Which is all fun and games until your co-workers throw a party for you the first time you tune an EF query without turning into a sproc.
-
Someone on StackOverflow found the problem: The entity class had been configured with
ID_A
as the primary key, so EF assumed that it was unique and ignored theGroupBy
/Select(g => g.FirstOrDefault())
operation when generating the SQL.The solution was to add a
ROW_NUMBER()
column to the view and tell EF to use that as the primary key. Once I did that, EF turned theGroupBy
/Select(g => g.FirstOrDefault())
operation into aSELECT DISTINCT
subquery and the duplicates were correctly filtered out.
-
@Choonster said in Selecting distinct rows in Entity Framework:
Someone on StackOverflow found the problem
Link please? If they helped out, they deserve credit.
-
@Mason_Wheeler said in Selecting distinct rows in Entity Framework:
@Choonster said in Selecting distinct rows in Entity Framework:
Someone on StackOverflow found the problem
Link please? If they helped out, they deserve credit.
-
@Mason_Wheeler said in Selecting distinct rows in Entity Framework:
@Choonster said in Selecting distinct rows in Entity Framework:
Someone on StackOverflow found the problem
Link please? If they helped out, they deserve credit.

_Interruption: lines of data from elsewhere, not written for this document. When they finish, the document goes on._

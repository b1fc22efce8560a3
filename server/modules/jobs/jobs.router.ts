import { Router } from 'express';
import { idParamsSchema } from '../../../shared/api/common';
import { jobBodySchema, jobListQuerySchema, jobPatchSchema } from '../../../shared/api/jobs';
import { spaceCreateBodySchema } from '../../../shared/api/spaces';
import type { AppDeps } from '../../deps';
import { requireAuth } from '../../middleware/require-auth';
import { requireCan } from '../../middleware/require-role';
import { validate } from '../../middleware/validate';
import { createSpacesController } from '../spaces/spaces.controller';
import { createSpacesService } from '../spaces/spaces.service';
import { installerJobRoute } from '../job-sheet/installer-job-route';
import { createJobsController } from './jobs.controller';
import { createJobsService } from './jobs.service';

/**
 * Everyone signed in may list and read jobs; the service limits installers to their assigned jobs
 * (others → 404) and strips prices. Writing needs `jobs:write`; assigning/scheduling `jobs:assign`.
 */
export function jobsRouter(deps: AppDeps) {
  const c = createJobsController(createJobsService(deps));
  const spaces = createSpacesController(createSpacesService(deps));
  const r = Router();
  r.use(requireAuth);
  r.get('/', validate({ query: jobListQuerySchema }), c.list);
  r.get('/installers', requireCan('jobs:read-all'), c.installers);
  r.post('/', requireCan('jobs:write'), validate({ body: jobBodySchema }), c.create);
  // An installer's GET /:id also carries the job sheet (no prices); others fall through to c.get
  r.get('/:id', validate({ params: idParamsSchema }), installerJobRoute(deps), c.get);
  r.patch('/:id', requireCan('jobs:write'), validate({ params: idParamsSchema, body: jobPatchSchema }), c.update);
  r.get('/:id/events', validate({ params: idParamsSchema }), c.events);
  r.post('/:id/spaces', requireCan('plans:write'), validate({ params: idParamsSchema, body: spaceCreateBodySchema }), spaces.create);
  return r;
}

For being retarded enough to put an answer into a comment?
-
@Choonster said in Selecting distinct rows in Entity Framework:
The entity class had been configured with ID_A as the primary key, so EF assumed that it was unique
So, is there a reason why it's configured to have a primary key which isn't unique?
-
@Zecc said in Selecting distinct rows in Entity Framework:
@Choonster said in Selecting distinct rows in Entity Framework:
The entity class had been configured with ID_A as the primary key, so EF assumed that it was unique
So, is there a reason why it's configured to have a primary key which isn't unique?
EF requires every entity class to have a primary key, so I guess the original developer just chose the first column of the view (which was unique within each of the queries that form the view, but not unique overall). The view is only really used in a single place and the non-unique key hasn't been an issue until now (since it's a view rather than a table, there's no inserting/updating of records).

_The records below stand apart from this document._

import type { Request, Response } from 'express';
import { currentUser } from '../../middleware/require-auth';
import type { createJobsService } from './jobs.service';

export function createJobsController(jobs: ReturnType<typeof createJobsService>) {
  return {
    async list(req: Request, res: Response) {
      res.json(await jobs.list(currentUser(req), req.query as never));
    },
    async get(req: Request, res: Response) {
      res.json({ job: await jobs.get(currentUser(req), String(req.params.id)) });
    },
    async create(req: Request, res: Response) {
      res.status(201).json({ job: await jobs.create(currentUser(req), req.body) });
    },
    async update(req: Request, res: Response) {
      res.json({ job: await jobs.update(currentUser(req), String(req.params.id), req.body) });
    },
    async events(req: Request, res: Response) {
      res.json({ events: await jobs.events(currentUser(req), String(req.params.id)) });
    },
    async installers(req: Request, res: Response) {
      res.json({ installers: await jobs.installers(currentUser(req)) });
    },
  };
}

This codebase was originally developed by a Chinese outsourcing team, all but one of whom were fired several years ago (before my time).
-
@Choonster said in Selecting distinct rows in Entity Framework:
since it's a view rather than a table, there's no inserting/updating of records
-
@TheCPUWizard said in Selecting distinct rows in Entity Framework:
@Choonster said in Selecting distinct rows in Entity Framework:
since it's a view rather than a table, there's no inserting/updating of records
Thanks, I wasn't aware of that. Still, this view references multiple tables so there's no way to insert/update records through it.
-
@Choonster said in Selecting distinct rows in Entity Framework:
this view references multiple tables so there's no way to insert/update records through it.
A suitable TRIGGER could let it work, but that is non-trivial to define.
-
@boomzilla said in Selecting distinct rows in Entity Framework:
@Mason_Wheeler said in Selecting distinct rows in Entity Framework:
@Choonster said in Selecting distinct rows in Entity Framework:
Someone on StackOverflow found the problem
Link please? If they helped out, they deserve credit.
For being retarded enough to put an answer into a comment?
I'm going to try sniping credits (or whatever SO uses for points) by posting the answer from the comment. BRB.